▶ _Saved entries_:
—————

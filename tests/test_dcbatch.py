"""The batch engine (``dcbatch.solve_dc_batch``) against the scalar solver, row by row.

Reference: ``solve_operating_point`` on the circuit rebuilt with each row's values by
``netlist.variant`` (itself checked against ngspice in test_dcsolve.py and test_temperature.py),
and ngspice itself for a batch row at `.temp`. The array forms of the temperature phase and of
the limiting are checked against their scalar forms.
"""

from __future__ import annotations

import math
from dataclasses import replace
from pathlib import Path

import numpy as np
import pytest
from conftest import needs_ngspice, ngspice_batch_op

from bridge.analysis.dcbatch import BatchValues, solve_dc_batch, solve_dc_sweep_arrays
from bridge.analysis.dcsolve import solve_dc_sweep, solve_operating_point
from bridge.analysis.sweep import HandColumn, SweepInputError, hand_starts, sweep_values
from bridge.commands.sweep_defaults import default_source
from bridge.devices.mos1 import REGIONS, Level1Geometry, Level1Model, evaluate, evaluate_arrays
from bridge.devices.mos1.convergence import (
    fetlim,
    fetlim_arrays,
    limit,
    limit_arrays,
    limvds,
    limvds_arrays,
    needs_limiting,
    pnjlim,
    pnjlim_arrays,
)
from bridge.devices.mos1.temperature import at_temperature_arrays
from bridge.netlist import parse_netlist, read_netlist
from bridge.netlist.variant import at_temperature, with_model_parameters, with_values

# A greenhouse sensor board: the soil-probe amplifier, a divider-biased NMOS common source.
GREENHOUSE_NMOS = """greenhouse soil probe amplifier
vdd vdd 0 5
vin in 0 1.9
r1 in g 100k
r2 g 0 150k
rd vdd d 8.2k
rs s 0 1k
m1 d g s 0 nprobe w=20u l=2u
.model nprobe nmos (vto=0.7 kp=110u lambda=0.02)
.end
"""
# The fan controller's PMOS current source, near the edge of triode.
GREENHOUSE_PMOS = """greenhouse fan controller, PMOS source
vdd vdd 0 12
vb g 0 10
rs vdd s 2.2k
rl d 0 6.8k
m1 d g s vdd pfan w=40u l=2u
.model pfan pmos (vto=-0.9 kp=40u lambda=0.03)
.end
"""
# The humidity sensor's source follower, bulk to ground: body effect.
GREENHOUSE_BODY = """greenhouse humidity follower, body effect
vdd vdd 0 5
vg g 0 3.2
rs s 0 10k
m1 vdd g s 0 nhum w=10u l=1u
.model nhum nmos (vto=0.6 kp=90u lambda=0.01 gamma=0.5 phi=0.7)
.end
"""
# The light sensor's two-stage amplifier: a common source driving a second one.
GREENHOUSE_TWO = """greenhouse light sensor, two stages
vdd vdd 0 6
vin g1 0 1.2
rd1 vdd d1 22k
rd2 vdd d2 10k
rs2 s2 0 1.5k
m1 d1 g1 0 0 nfirst w=10u l=2u
m2 d2 d1 s2 0 nsecond w=20u l=2u
.model nfirst nmos (vto=0.65 kp=100u lambda=0.02 gamma=0.3 phi=0.65)
.model nsecond nmos (vto=0.7 kp=120u lambda=0.03 gamma=0.4 phi=0.7)
.end
"""
STAGES = {
    "nmos": (GREENHOUSE_NMOS, ("r1", "r2", "rd", "rs")),
    "pmos": (GREENHOUSE_PMOS, ("rs", "rl")),
    "body": (GREENHOUSE_BODY, ("rs",)),
    "two": (GREENHOUSE_TWO, ("rd1", "rd2", "rs2")),
}
ROWS = 40


def _random_values(circuit, resistors, rows: int, seed: int) -> tuple[BatchValues, list]:
    """Resistors ±20 %, VTO ±0.2 V, KP ±30 %, LAMBDA 0…0.05, temperature −40…125 °C; and the
    rebuilt Circuit of each row (variant functions: each MOSFET here has its own card)."""
    rng = np.random.default_rng(seed)
    resistances = {name: circuit.element(name).value * rng.uniform(0.8, 1.2, rows) for name in resistors}
    parameters = {}
    for element in circuit.elements_of("mosfet"):
        card = circuit.model(element.model)
        parameters[element.name] = {
            "vto": card.params["vto"] + rng.uniform(-0.2, 0.2, rows),
            "kp": card.params["kp"] * rng.uniform(0.7, 1.3, rows),
            "lambda": rng.uniform(0.0, 0.05, rows),
        }
    temperature = rng.uniform(-40.0, 125.0, rows)
    values = BatchValues(rows, resistors=resistances, parameters=parameters, temperature=temperature)
    circuits = []
    for k in range(rows):
        row = with_values(circuit, {name: float(r[k]) for name, r in resistances.items()})
        row = with_model_parameters(row, {
            circuit.element(name).model: {key: float(v[k]) for key, v in params.items()}
            for name, params in parameters.items()
        })  # fmt: skip
        circuits.append(at_temperature(row, float(temperature[k])))
    return values, circuits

—————

▶ _Directions for this task_:
Write the entries out again verbatim, every one of them.

▶ _Answer below_:
filename tests/test_dcbatch.py
"""The batch engine (``dcbatch.solve_dc_batch``) against the scalar solver, row by row.

Reference: ``solve_operating_point`` on the circuit rebuilt with each row's values by
``netlist.variant`` (itself checked against ngspice in test_dcsolve.py and test_temperature.py),
and ngspice itself for a batch row at `.temp`. The array forms of the temperature phase and of
the limiting are checked against their scalar forms.
"""

from __future__ import annotations

import math
from dataclasses import replace
from pathlib import Path

import numpy as np
import pytest
from conftest import needs_ngspice, ngspice_batch_op

from bridge.analysis.dcbatch import BatchValues, solve_dc_batch, solve_dc_sweep_arrays
from bridge.analysis.dcsolve import solve_dc_sweep, solve_operating_point
from bridge.analysis.sweep import HandColumn, SweepInputError, hand_starts, sweep_values
from bridge.commands.sweep_defaults import default_source
from bridge.devices.mos1 import REGIONS, Level1Geometry, Level1Model, evaluate, evaluate_arrays
from bridge.devices.mos1.convergence import (
    fetlim,
    fetlim_arrays,
    limit,
    limit_arrays,
    limvds,
    limvds_arrays,
    needs_limiting,
    pnjlim,
    pnjlim_arrays,
)
from bridge.devices.mos1.temperature import at_temperature_arrays
from bridge.netlist import parse_netlist, read_netlist
from bridge.netlist.variant import at_temperature, with_model_parameters, with_values

# A greenhouse sensor board: the soil-probe amplifier, a divider-biased NMOS common source.
GREENHOUSE_NMOS = """greenhouse soil probe amplifier
vdd vdd 0 5
vin in 0 1.9
r1 in g 100k
r2 g 0 150k
rd vdd d 8.2k
rs s 0 1k
m1 d g s 0 nprobe w=20u l=2u
.model nprobe nmos (vto=0.7 kp=110u lambda=0.02)
.end
"""
# The fan controller's PMOS current source, near the edge of triode.
GREENHOUSE_PMOS = """greenhouse fan controller, PMOS source
vdd vdd 0 12
vb g 0 10
rs vdd s 2.2k
rl d 0 6.8k
m1 d g s vdd pfan w=40u l=2u
.model pfan pmos (vto=-0.9 kp=40u lambda=0.03)
.end
"""
# The humidity sensor's source follower, bulk to ground: body effect.
GREENHOUSE_BODY = """greenhouse humidity follower, body effect
vdd vdd 0 5
vg g 0 3.2
rs s 0 10k
m1 vdd g s 0 nhum w=10u l=1u
.model nhum nmos (vto=0.6 kp=90u lambda=0.01 gamma=0.5 phi=0.7)
.end
"""
# The light sensor's two-stage amplifier: a common source driving a second one.
GREENHOUSE_TWO = """greenhouse light sensor, two stages
vdd vdd 0 6
vin g1 0 1.2
rd1 vdd d1 22k
rd2 vdd d2 10k
rs2 s2 0 1.5k
m1 d1 g1 0 0 nfirst w=10u l=2u
m2 d2 d1 s2 0 nsecond w=20u l=2u
.model nfirst nmos (vto=0.65 kp=100u lambda=0.02 gamma=0.3 phi=0.65)
.model nsecond nmos (vto=0.7 kp=120u lambda=0.03 gamma=0.4 phi=0.7)
.end
"""
STAGES = {
    "nmos": (GREENHOUSE_NMOS, ("r1", "r2", "rd", "rs")),
    "pmos": (GREENHOUSE_PMOS, ("rs", "rl")),
    "body": (GREENHOUSE_BODY, ("rs",)),
    "two": (GREENHOUSE_TWO, ("rd1", "rd2", "rs2")),
}
ROWS = 40


def _random_values(circuit, resistors, rows: int, seed: int) -> tuple[BatchValues, list]:
    """Resistors ±20 %, VTO ±0.2 V, KP ±30 %, LAMBDA 0…0.05, temperature −40…125 °C; and the
    rebuilt Circuit of each row (variant functions: each MOSFET here has its own card)."""
    rng = np.random.default_rng(seed)
    resistances = {name: circuit.element(name).value * rng.uniform(0.8, 1.2, rows) for name in resistors}
    parameters = {}
    for element in circuit.elements_of("mosfet"):
        card = circuit.model(element.model)
        parameters[element.name] = {
            "vto": card.params["vto"] + rng.uniform(-0.2, 0.2, rows),
            "kp": card.params["kp"] * rng.uniform(0.7, 1.3, rows),
            "lambda": rng.uniform(0.0, 0.05, rows),
        }
    temperature = rng.uniform(-40.0, 125.0, rows)
    values = BatchValues(rows, resistors=resistances, parameters=parameters, temperature=temperature)
    circuits = []
    for k in range(rows):
        row = with_values(circuit, {name: float(r[k]) for name, r in resistances.items()})
        row = with_model_parameters(row, {
            circuit.element(name).model: {key: float(v[k]) for key, v in params.items()}
            for name, params in parameters.items()
        })  # fmt: skip
        circuits.append(at_temperature(row, float(temperature[k])))
    return values, circuits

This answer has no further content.